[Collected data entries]

::::

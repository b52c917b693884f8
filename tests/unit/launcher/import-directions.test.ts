import { fileURLToPath } from "node:url";
import { ESLint } from "eslint";
import { describe, expect, test } from "vitest";
import { reasonAgainst } from "#scripts/import-directions.mjs";

const root = fileURLToPath(new URL("../../..", import.meta.url));

describe("imports go down only", () => {
  test.each([
    ["app/components/gate-marks.tsx", "#app/data/parts.server.ts", "the server's"],
    ["app/components/gate-marks.tsx", "../services/mail.server.ts", "the server's"],
    ["app/components/viewer/view.tsx", "node:fs", "drawn in browsers"],
    ["app/components/viewer/view.tsx", "#app/kernel/protocol.ts", "not kernel"],
    ["app/components/gate-marks.tsx", "#app/env.server.ts", "environment"],
    ["app/domain/gate.ts", "node:crypto", "pure"],
    ["app/domain/gate.ts", "react", "pure"],
    ["app/engineering/joint.ts", "knex", "pure"],
    ["app/geometry/stl.ts", "../data/parts.server.ts", "not data"],
    ["app/units.ts", "#app/domain/gate.ts", "nothing of ours"],
    ["app/data/parts.server.ts", "#app/services/parts.server.ts", "not services"],
    ["app/http/guards.server.ts", "#app/components/frame.tsx", "not components"],
    ["app/services/files.server.ts", "#app/kernel/run.server.ts", "not kernel"],
    ["app/services/files.server.ts", "#app/routes.ts", "not app"],
    ["app/kernel/run.server.ts", "#app/data/files.server.ts", "not data"],
    ["app/routes/part.tsx", "#storage/client.server.ts", "not storage"],
    ["app/routes/part.tsx", "#tests/support/database.ts", "not tests"],
    ["storage/client.server.ts", "#app/data/files.server.ts", "not data"],
  ])("%s may not import %s", (file, source, reason) => {
    expect(reasonAgainst(file, source)).toContain(reason);
  });

  test.each([
    ["app/routes/part.tsx", "#app/data/parts.server.ts"],
    ["app/routes/part.tsx", "./+types/part"],
    ["app/components/gate-marks.tsx", "#app/domain/gate.ts"],
    ["app/components/viewer/view.tsx", "@react-three/fiber"],
    ["app/domain/gate.ts", "../units.ts"],
    ["app/domain/gate.ts", "zod"],
    ["app/geometry/distance.ts", "three/src/math/Vector3.js"],
    ["app/jobs/measure.server.ts", "#app/kernel/run.server.ts"],
    ["app/data/scope.server.ts", "#db/connection.server.ts"],
    ["storage/client.server.ts", "#app/env.server.ts"],
    ["app/server.ts", "./env.server.ts"],
    ["tests/unit/domain/gate.test.ts", "#app/domain/gate.ts"],
  ])("%s may import %s", (file, source) => {
    expect(reasonAgainst(file, source)).toBeUndefined();
  });
});

describe("the lint configuration reports", () => {
  const eslint = new ESLint({ cwd: root });
  const rulesBroken = async (filePath: string, code: string) => {
    const [result] = await eslint.lintText(code, { filePath: `${root}${filePath}` });
    return result!.messages.map(({ ruleId }) => ruleId);
  };

  test.each([
    ["an import that goes up", "app/components/snippet.tsx", 'import { find } from "#app/data/parts.server.ts";\nfind();\n', "house/import-directions"],
    ["an export that goes up", "app/domain/snippet.ts", 'export { find } from "#app/data/parts.server.ts";\n', "house/import-directions"],
    ["an import at run time", "app/geometry/snippet.ts", 'export const open = () => import("node:fs");\n', "house/import-directions"],
    ["a clock in pure code", "app/domain/snippet.ts", "export const now = () => Date.now();\n", "no-restricted-properties"],
    ["today in pure code", "app/domain/snippet.ts", "export const today = () => new Date();\n", "no-restricted-syntax"],
    ["chance in pure code", "app/engineering/snippet.ts", "export const draw = () => Math.random();\n", "no-restricted-properties"],
    ["a skipped test", "tests/unit/snippet.test.ts", 'import { test } from "vitest";\ntest.skip("x", () => {});\n', "no-restricted-syntax"],
  ])("%s", async (_what, file, code, rule) => {
    expect(await rulesBroken(file, code)).toContain(rule);
  });

  test("nothing about code that keeps to the rules", async () => {
    expect(await rulesBroken("app/domain/snippet.ts", 'import { toMm } from "#app/units.ts";\nexport const half = (at: Date) => [new Date(at), toMm];\n')).toEqual([]);
  });
});
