/* global ol */
// The town's own map, as the keeper of its page wrote it: web mercator, the town's files, a global variable.
const covers = { water: '#9cc4dd', woods: '#c3d9b1', residential: '#ece5da', commercial: '#e6ddd6' };

function layer(name, style) {
  const source = new ol.source.Vector({ url: `../town/${name}.geojson`, format: new ol.format.GeoJSON() });
  return new ol.layer.Vector({ source, style });
}

function filled(colour, edge) {
  const stroke = edge && new ol.style.Stroke({ color: edge, width: 0.75 });
  return new ol.style.Style({ fill: new ol.style.Fill({ color: colour }), stroke });
}

window.map = new ol.Map({
  target: 'map',
  view: new ol.View({ center: ol.proj.fromLonLat([-123.3962, -48.8693]), zoom: 14.5 }),
  layers: [
    layer('land-cover', (feature) => filled(covers[feature.get('cover')] ?? '#e0ebcf')),
    layer('streets', new ol.style.Style({ stroke: new ol.style.Stroke({ color: '#fff', width: 4 }) })),
    layer('buildings', filled('#cfa78f', '#8f6a55')),
  ],
});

::::

The required answer is the run of lines above, starting at the line with "const source = new" and ending at the line with "function filled(colour, edge)", reproduced exactly with both ends.

  const source = new ol.source.Vector({ url: `../town/${name}.geojson`, format: new ol.format.GeoJSON() });
  return new ol.layer.Vector({ source, style });
}

function filled(colour, edge) {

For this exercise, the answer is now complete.